He said neither of the parents had a propensity to aggression. “If either of them inflicted an injury of this kind then it happened in the context of dissociated experience. I do not think it was intentional.”
Failure to acknowledge responsibility could be for various reasons. It could be because those responsible were likely to be charged, or because of society’s view. But also they may not be aware of causing the injuries, he said.
Asked if acknowledgement of causing injury was necessary from the point of view of managing the risk, he said: “Not necessarily from the point of view of risk. If this happened in a dissociated state and during the loss of control, acknowledgement would be more likely if the person went into treatment.”
Asked about comments from a psychologist for the HSE, contained in a report, about the parents’ “deceit”, he said that the relationship of a HSE psychologist with the parents of children who were being taken into care was not a clinical relationship. “It would indicate some sort of disturbance to disclose information to the detriment of their welfare or the welfare of their case. It would be completely naïve to expect the person to trust you. Expecting trust is a failure to understand the power imbalance.”
He said the breach of the supervision conditions that had occurred the previous September seemed to be a major incident in the HSE’s re-evaluation of the parents. He did not agree with this assessment of the breach.
Asked about the fact that phone texts acquired by the Gardaí for their own purposes and acquired by the HSE showed trouble in the relationship, he said: “I am not surprised at that. We know such proceedings are associated with marriage break-up. What comes through is [the father] being reassuring to [the mother]. They spend their time dealing with difficult children. You have to admire their ability to do it instead of picking on little details. These are very committed parents.”
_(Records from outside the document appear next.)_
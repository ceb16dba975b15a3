import knexFactory, { type Knex } from 'knex';
import { knexConfig } from './knexfile';
import type { Env } from '../config/env';

export type Db = Knex;

export function createDb(env: Env): Db {
  return knexFactory(knexConfig(env));
}
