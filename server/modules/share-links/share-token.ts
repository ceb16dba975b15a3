/**
 * Share-link tokens: 32 bytes from the CSPRNG (256 bits) written as 43 characters of base64url
 * (RFC 4648 §5). Only the token's sha256 (hex) is stored, so a leaked table yields no working link.
 */
import { createHash, randomBytes } from 'node:crypto';

export const TOKEN_BYTES = 32;
const TOKEN_PATTERN = /^[A-Za-z0-9_-]{43}$/;

export function newShareToken(): string {
  return randomBytes(TOKEN_BYTES).toString('base64url');
}

export function hashShareToken(token: string): string {
  return createHash('sha256').update(token, 'utf8').digest('hex');
}

/** Whether the text could be a token at all (checked before any query). */
export function isTokenShape(token: string): boolean {
  return TOKEN_PATTERN.test(token);
}
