/** Data access for captures (Knex only). Bench-scoped reads are filtered by bench id; id lookups join the caller's membership. */
import type { Knex } from 'knex';
import type { BenchRole } from '../../contracts/benches';
import type { AnalysisStatus } from '../../contracts/analyses';
import type { ByteOrder, CaptureFormat, CaptureKind, CaptureSetup, RawDtype, SetupParams } from '../../contracts/captures';

export interface CaptureRow {
  id: string;
  bench_id: string;
  laser_id: string | null;
  uploaded_by: string | null;
  file_name: string;
  storage_key: string;
  size_bytes: number | string;
  sha256: string;
  format: CaptureFormat;
  kind: CaptureKind;
  sample_rate_hz: number | null;
  dtype: RawDtype | null;
  channels: number | null;
  byte_order: ByteOrder | null;
  setup: CaptureSetup | null;
  /** JSON text as read; an object or null when written */
  setup_params: string | SetupParams | null;
  drive_current_ma: number | null;
  temperature_c: number | null;
  output_power_mw: number | null;
  notes: string | null;
  tags: string | string[] | null;
  duplicate_of: string | null;
  created_at: Date;
}

export interface CaptureRowWithNames extends CaptureRow {
  uploaded_by_name: string | null;
}

export interface LatestAnalysisColumns {
  a_id: string | null;
  a_status: AnalysisStatus | null;
  a_progress: number | null;
  a_stage: string | null;
  a_intrinsic_linewidth_hz: number | null;
  a_beta_linewidth_hz: number | null;
  a_lineshape_fwhm_hz: number | null;
}

export type CaptureListRow = CaptureRowWithNames & LatestAnalysisColumns;

export interface CaptureFilter {
  benchId: string;
  laserId?: string;
  kind?: CaptureKind;
  tag?: string;
}

function withNames(db: Knex) {
  return db('captures as c').leftJoin('users as u', 'u.id', 'c.uploaded_by').select('c.*', 'u.name as uploaded_by_name');
}

function applyFilter(q: Knex.QueryBuilder, f: CaptureFilter): Knex.QueryBuilder {
  q.where('c.bench_id', f.benchId);
  if (f.laserId) q.andWhere('c.laser_id', f.laserId);
  if (f.kind) q.andWhere('c.kind', f.kind);
  if (f.tag) q.andWhereRaw('JSON_CONTAINS(c.tags, JSON_QUOTE(?))', [f.tag]);
  return q;
}

export async function listCaptures(
  db: Knex,
  filter: CaptureFilter,
  page: { limit: number; offset: number },
): Promise<{ rows: CaptureListRow[]; total: number }> {
  const rows = (await applyFilter(withNames(db), filter)
    .joinRaw(
      `LEFT JOIN analyses a ON a.id = (SELECT a2.id FROM analyses a2 WHERE a2.capture_id = c.id
         ORDER BY a2.created_at DESC, a2.id DESC LIMIT 1)`,
    )
    .select(
      'a.id as a_id',
      'a.status as a_status',
      'a.progress as a_progress',
      'a.stage as a_stage',
      'a.intrinsic_linewidth_hz as a_intrinsic_linewidth_hz',
      'a.beta_linewidth_hz as a_beta_linewidth_hz',
      'a.lineshape_fwhm_hz as a_lineshape_fwhm_hz',
    )
    .orderBy([
      { column: 'c.created_at', order: 'desc' },
      { column: 'c.id', order: 'desc' },
    ])
    .limit(page.limit)
    .offset(page.offset)) as CaptureListRow[];
  const [{ n }] = (await applyFilter(db('captures as c'), filter).count({ n: '*' })) as { n: number | string }[];
  return { rows, total: Number(n) };
}

/** The capture with the caller's role on its bench (null when not a member); undefined when there is no such capture. */
export async function findCaptureForUser(
  db: Knex,
  captureId: string,
  userId: string,
): Promise<(CaptureRowWithNames & { role: BenchRole | null }) | undefined> {
  return withNames(db)
    .leftJoin('bench_members as m', function () {
      this.on('m.bench_id', '=', 'c.bench_id').andOn('m.user_id', '=', db.raw('?', [userId]));
    })
    .select('m.role as role')
    .where('c.id', captureId)
    .first();
}

export async function findCaptureWithNames(db: Knex, captureId: string): Promise<CaptureRowWithNames | undefined> {
  return withNames(db).where('c.id', captureId).first();
}

export async function findCaptureByFileName(db: Knex, benchId: string, fileName: string): Promise<CaptureRowWithNames | undefined> {
  return withNames(db)
    .where({ 'c.bench_id': benchId, 'c.file_name': fileName })
    .orderBy([
      { column: 'c.created_at', order: 'asc' },
      { column: 'c.id', order: 'asc' },
    ])
    .first();
}

/** The earliest capture on the bench with these bytes, if any. */
export async function findFirstWithSha256(db: Knex, benchId: string, sha256: string): Promise<string | null> {
  const row = (await db('captures')
    .where({ bench_id: benchId, sha256 })
    .orderBy([
      { column: 'created_at', order: 'asc' },
      { column: 'id', order: 'asc' },
    ])
    .first('id')) as { id: string } | undefined;
  return row?.id ?? null;
}

export async function insertCapture(db: Knex, row: CaptureRow): Promise<void> {
  await db('captures').insert({
    ...row,
    setup_params: row.setup_params === null ? null : JSON.stringify(row.setup_params),
    tags: JSON.stringify(row.tags ?? []),
  });
}

/** Storage keys of the capture's file and of its analyses' series. */
export async function storageKeysOfCapture(db: Knex, captureId: string): Promise<string[]> {
  const rows = (await db('analyses').where({ capture_id: captureId }).whereNotNull('series_key').select('series_key')) as {
    series_key: string;
  }[];
  return rows.map((r) => r.series_key);
}

export async function deleteCapture(db: Knex, captureId: string): Promise<number> {
  return db('captures').where({ id: captureId }).delete();
}
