/** Data access for share links (Knex only). Tokens are never stored, only their sha256. */
import type { Knex } from 'knex';
import type { BenchRole } from '../../contracts/benches';

export interface ShareLinkRow {
  id: string;
  bench_id: string;
  token_hash: string;
  analysis_id: string | null;
  overlay_id: string | null;
  created_by: string | null;
  created_at: Date;
  expires_at: Date | null;
  revoked_at: Date | null;
  revoked_by: string | null;
}

export async function insertShareLink(db: Knex, row: Omit<ShareLinkRow, 'revoked_at' | 'revoked_by'>): Promise<void> {
  await db('share_links').insert(row);
}

export async function findShareLinkByHash(db: Knex, tokenHash: string): Promise<ShareLinkRow | undefined> {
  return db('share_links').where({ token_hash: tokenHash }).first();
}

/** A link with the caller's role on its bench (null: not a member). */
export async function findShareLinkForUser(db: Knex, linkId: string, userId: string): Promise<(ShareLinkRow & { role: BenchRole | null }) | undefined> {
  return db('share_links as s')
    .leftJoin('bench_members as m', function () {
      this.on('m.bench_id', '=', 's.bench_id').andOn('m.user_id', '=', db.raw('?', [userId]));
    })
    .where('s.id', linkId)
    .first('s.*', 'm.role as role');
}

/** Sets revoked_at once; false when it was revoked already. */
export async function revokeShareLink(db: Knex, linkId: string, userId: string): Promise<boolean> {
  const n = await db('share_links').where({ id: linkId }).whereNull('revoked_at').update({ revoked_at: db.raw('CURRENT_TIMESTAMP(3)'), revoked_by: userId });
  return n > 0;
}

export interface ShareLinkListRow extends ShareLinkRow {
  file_name: string | null;
  overlay_name: string | null;
  created_by_name: string | null;
}

export async function listShareLinks(db: Knex, benchId: string): Promise<ShareLinkListRow[]> {
  return db('share_links as s')
    .leftJoin('analyses as a', 'a.id', 's.analysis_id')
    .leftJoin('captures as c', 'c.id', 'a.capture_id')
    .leftJoin('overlays as o', 'o.id', 's.overlay_id')
    .leftJoin('users as u', 'u.id', 's.created_by')
    .where('s.bench_id', benchId)
    .orderBy([
      { column: 's.created_at', order: 'desc' },
      { column: 's.id', order: 'desc' },
    ])
    .select('s.*', 'c.file_name', 'o.name as overlay_name', 'u.name as created_by_name');
}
Asked by the HSE barrister what his role was in the proceedings, he said it was to look at the attachment profile of the children and the psychiatric aspects of the case. Asked if it was not an artificial exercise to look at attachment in the context of B’s injuries, he said: “No, you have to look at context. There is a danger in a situation like this that one can’t look beyond the injuries, and look at every aspect including the relationships within the family, which will inform future decisions.” He said he accepted the physical safety of the children had to be secured and that it outranked the attachment issues of the children.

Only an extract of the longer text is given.